Example: AWS SageMaker:
- AWS SageMaker orchestrates a comprehensive MLOps sequence for real-world machine learning problems.
- Capabilities include:
  - Spinning up virtual machines.
  - Reading from and writing to S3.
  - Provisioning production endpoints.
- Automation of these infrastructure steps is crucial for maintaining efficiency and reliability in production environments.

MLOps

Understanding MLOps

Definition:
- MLOps is the application of DevOps principles to machine learning workflows.
- It is a behavior, similar to DevOps, rather than a specific job title.
Roles:
- While some professionals work exclusively as DevOps engineers, most software engineers apply DevOps best practices in their roles.
- Similarly, machine learning engineers should employ MLOps best practices when building machine learning systems.

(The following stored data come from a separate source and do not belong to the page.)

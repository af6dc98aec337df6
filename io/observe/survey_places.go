package observe

import "math"

// SurveyPlaces are the distinct places of a table, in the order in which they first appear.
type SurveyPlaces struct {
	X, Y []float64 // as they stand in the file, or as Table.XY gives them for geometries
	Rows []int     // rows at each place

	Beyond  int // rows at further places, where there are too many to tell apart
	Without int // rows in which a coordinate is missing or no number, or the geometry missing or unreadable
	Row     int // the first of these, from 1; 0 where there is none
}

// placeCounter counts rows by their places.
type placeCounter struct {
	out SurveyPlaces
	at  map[[2]float64]int
}

// take counts a row at a place; NaN stands for none.
func (c *placeCounter) take(x, y float64, row int) {
	p := &c.out
	if math.IsNaN(x) || math.IsNaN(y) {
		if p.Without++; p.Without == 1 {
			p.Row = row
		}
		return
	}
	if c.at == nil {
		c.at = map[[2]float64]int{}
	}
	at := [2]float64{x + 0, y + 0} // no negative 0
	i, seen := c.at[at]
	switch {
	case seen:
		p.Rows[i]++
	case len(p.Rows) == mostPlaces:
		p.Beyond++
	default:
		c.at[at] = len(p.Rows)
		p.X, p.Y, p.Rows = append(p.X, at[0]), append(p.Y, at[1]), append(p.Rows, 1)
	}
}
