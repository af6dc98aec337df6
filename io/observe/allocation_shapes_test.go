package observe

import (
	"strings"
	"testing"
)

// Neither features nor geometries take more than 64 times the size of their text, however it is made up. What is packed
// counts as it is unpacked, which the size of the file bounds by itself.
func TestAllocationOfShapesIsBounded(t *testing.T) {
	const size = 1 << 17
	fill := func(start, with string) string { return start + strings.Repeat(with, (size-len(start))/len(with)) }
	deep := strings.Repeat("[", 60)
	list := func(start, with, end string) string {
		return start + strings.Repeat(with+",", (size-len(start)-len(end))/(len(with)+1)-1) + with + end
	}
	point := func(properties string) string { return feature(at("1,2"), properties) }
	for name, text := range map[string]string{
		"braces": fill("", "{"), "braces in members": fill(`{"type":`, `{"a":`), "separators": fill("", "\x1e"), "an open string": fill(`{"type":"`, "a"),
		"nested lists":   list(`{"type":"FeatureCollection","features":[`, feature("null", `{"z":`+deep+strings.Repeat("]", 60)+`}`), `]}`),
		"empty features": fill("", `{"type":"Feature"}`), "tiny points": fill("", `{"type":"Point","coordinates":[0,0]}`), "bad points": fill("", at("")), "worse points": fill("", at("[]")),
		"features": fill("", point(`{"z":1}`)), "features set aside": fill(point(`{"z":1}`), point(`{"z":"x"}`)+point(`{"z":2}`)), "levels of features": fill("", point(`{"z":1,"k":"a"}`)),
		"positions": list(`{"type":"MultiPoint","coordinates":[`, "[1,2]", `]}`), "polygons": list(`{"type":"MultiPolygon","coordinates":[`, "[[[0,0],[1,0],[1,1],[0,0]]]", `]}`),
		"no polygons": list(`{"type":"MultiPolygon","coordinates":[`, "[]", `]}`), "members": list(`{"type":"Feature","properties":{"z":1`, `,"z":1`, `}}`),
		"escapes": list(`{"type":"Feature","properties":{"z":"`, `\u0000`, `"}}`), "foreign": list(`{"type":"Feature","a":[`, `0`, `]}`),
		"column of points": fill("z,k\n", "1,POINT(1 2)\n"), "column of nothing": fill("z,k\n1,POINT(1 2)\n", "1,\n"), "column of announcements": fill("z,k\n", "1,0103000000FFFFFF7F\n1,POINT(1 2)\n"),
		"column of points in hex": fill("z,k\n", "1,0101000000000000000000F03F0000000000000040\n"), "one announcement": fill("z,k\n1,0106000000FFFFFF00", "0103000000FFFFFF00"),
		"one polygon": list("z,k\n1,\"POLYGON((", "1 2", "))\"\n"), "one multipolygon": list("z,k\n1,\"MULTIPOLYGON(", "((0 0,1 0,1 1,0 0))", ")\"\n"), "brackets": fill("z,k\n1,POLYGON", "("),
	} {
		want := Request{Response: "z", Kind: Measure}
		if strings.HasPrefix(text, "z,k") {
			want.Geometry = "k"
		}
		file := zipped(t, text)
		for way, read := range map[string]func(){
			"Read":       func() { _, _ = Read(strings.NewReader(text), "wells", want) },
			"packed":     func() { _, _ = Read(strings.NewReader(file), "wells", want) },
			"ReadSurvey": func() { _, _ = ReadSurvey(strings.NewReader(text), "wells", SurveyRequest{}) },
			"ReadPart": func() {
				if shared, err := Whole(strings.NewReader(text), "wells"); err == nil {
					_, _ = ReadPart(shared.All(), want)
				}
			},
		} {
			others := name == "empty features" || name == "one polygon" || name == "column of points"
			if way == "Read" || way == "ReadPart" || others {
				checkHeld(t, name+", "+way, len(text), read)
			}
		}
	}
}
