package observe

import (
	"bufio"
	"bytes"
	"io"
	"strings"
)

// origin is where a table comes from and how it is written there.
type origin struct {
	source    string
	format    Format
	separator rune
	features  bool     // it is GeoJSON, not a table in columns
	text      *decoder // knows the encoding as far as it has been read
}

func (o *origin) encoding() string { return o.text.encoding() }

// notText says what a field that is not clean is not.
func (o *origin) notText(field string) string {
	switch encoding := o.encoding(); {
	case o.features:
		return "not text: it holds a NUL character"
	case encoding == windows1252 && strings.IndexByte(field, 0) < 0:
		return "neither UTF-8 nor Windows-1252 text"
	case encoding == utf16Little || encoding == utf16Big:
		return "not UTF-16 text"
	}
	return "not UTF-8 text"
}

// openOrigin returns the text of a file, unpacked and in UTF-8 without a byte order mark. It refuses what is no text
// by the first headSize bytes.
func openOrigin(r io.Reader, source string, format Format) (io.Reader, *origin, error) {
	from := newLasting(r)
	if start, _ := from.Peek(len(gzipMark)); string(start) == gzipMark {
		unpacked, err := unpack(from, source)
		if err != nil {
			return nil, nil, err
		}
		from = newLasting(unpacked)
	}
	head, err := from.Peek(headSize)
	if err != nil && err != io.EOF && len(head) == 0 {
		return nil, nil, readError(source, err)
	}
	if what, advice := notText(head); what != "" {
		return nil, nil, &Error{File: source, What: what, Advice: advice}
	}
	o := &origin{source: source, format: format, features: startsFeatures(head)}
	if o.features {
		o.format.Separator, o.format.DecimalComma = 0, false
	}
	text := decode(from, head)
	o.text = text
	return text, o, nil
}

// lasting repeats an error for ever, since a buffer above it may ask again.
type lasting struct {
	from io.Reader
	err  error
}

// newLasting returns a buffer with room for the head of a file.
func newLasting(from io.Reader) *bufio.Reader {
	return bufio.NewReaderSize(&lasting{from: from}, headSize)
}

func (l *lasting) Read(p []byte) (int, error) {
	if l.err != nil {
		return 0, l.err
	}
	n, err := l.from.Read(p)
	l.err = err
	return n, err
}

const gzipMark = "\x1f\x8b"

// notText names a file that is something other than text, by its first bytes.
func notText(head []byte) (what, advice string) {
	if len(head) == 0 {
		return "the file is empty", adviceWhole
	}
	for _, known := range []struct{ mark, what string }{
		{"PK\x03\x04", "a spreadsheet or a zip archive, not a CSV table"},
		{"\xd0\xcf\x11\xe0", "a spreadsheet or another office document, not a CSV table"},
		{"SQLite format 3\x00", "a database, not a CSV table"},
		{"PAR1\x15", "a Parquet table, not a CSV table"},
		{"%PDF-", "a PDF document, not a CSV table"},
		{"<!DOCTYPE", "a web page or another marked-up document, not a CSV table"},
		{"<?xml", "a web page or another marked-up document, not a CSV table"},
		{"<html", "a web page or another marked-up document, not a CSV table"},
		{"\xff\xfe\x00\x00", "UTF-32 text, which is not read"},
		{"\x00\x00\xfe\xff", "UTF-32 text, which is not read"},
	} {
		if bytes.HasPrefix(head, []byte(known.mark)) {
			return "the file is " + known.what, adviceText
		}
	}
	for _, known := range []struct{ mark, name string }{
		{gzipMark, "gzip twice"}, {"BZh91AY&SY", "bzip2"}, {"\xfd7zXZ\x00", "xz"}, {"\x28\xb5\x2f\xfd", "zstd"}, {"7z\xbc\xaf\x27\x1c", "7z"},
	} {
		if bytes.HasPrefix(head, []byte(known.mark)) {
			return "the file is compressed with " + known.name, "unpack it, or compress it with gzip"
		}
	}
	if utf16Order(head) == nil && bytes.IndexByte(head, 0) >= 0 {
		return "the file holds NUL bytes, so it is not text", adviceText
	}
	return "", ""
}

Integration of DevOps and MLOps Best Practices

Extending DevOps for ML:
- MLOps builds on DevOps practices and extends them to specifically address machine learning systems.
- Key objectives include creating reproducible models, robust model packaging, validation, and deployment.
- Additionally, MLOps focuses on enhancing the ability to explain and observe model performance.

MLOps Feedback Loop

Create and Retrain Models with Reusable ML Pipelines:
- Creating a model once is insufficient due to changes in data, customers, and personnel.
- Reusable ML pipelines should be versioned to accommodate these changes and ensure consistency.
Continuous Delivery of ML Models:
- Continuous delivery for ML models parallels software continuous delivery.
- Automating all steps, including infrastructure with Infrastructure as Code (IaC), allows models to be deployable to any environment, including production, at any time.
Audit Trail for MLOps Pipeline:
- Auditing is crucial for machine learning models to address issues such as security, bias, and accuracy.
- A comprehensive audit trail is invaluable, similar to the importance of logging in software engineering.
- The audit trail contributes to the feedback loop, enabling continuous improvement of both the approach and the problem itself.
Observe Model Data Drift to Improve Future Models:
- Data drift refers to changes in data that can affect model performance over time.
- Monitoring data drift, or the changes from the last model training, helps prevent accuracy issues before they impact production.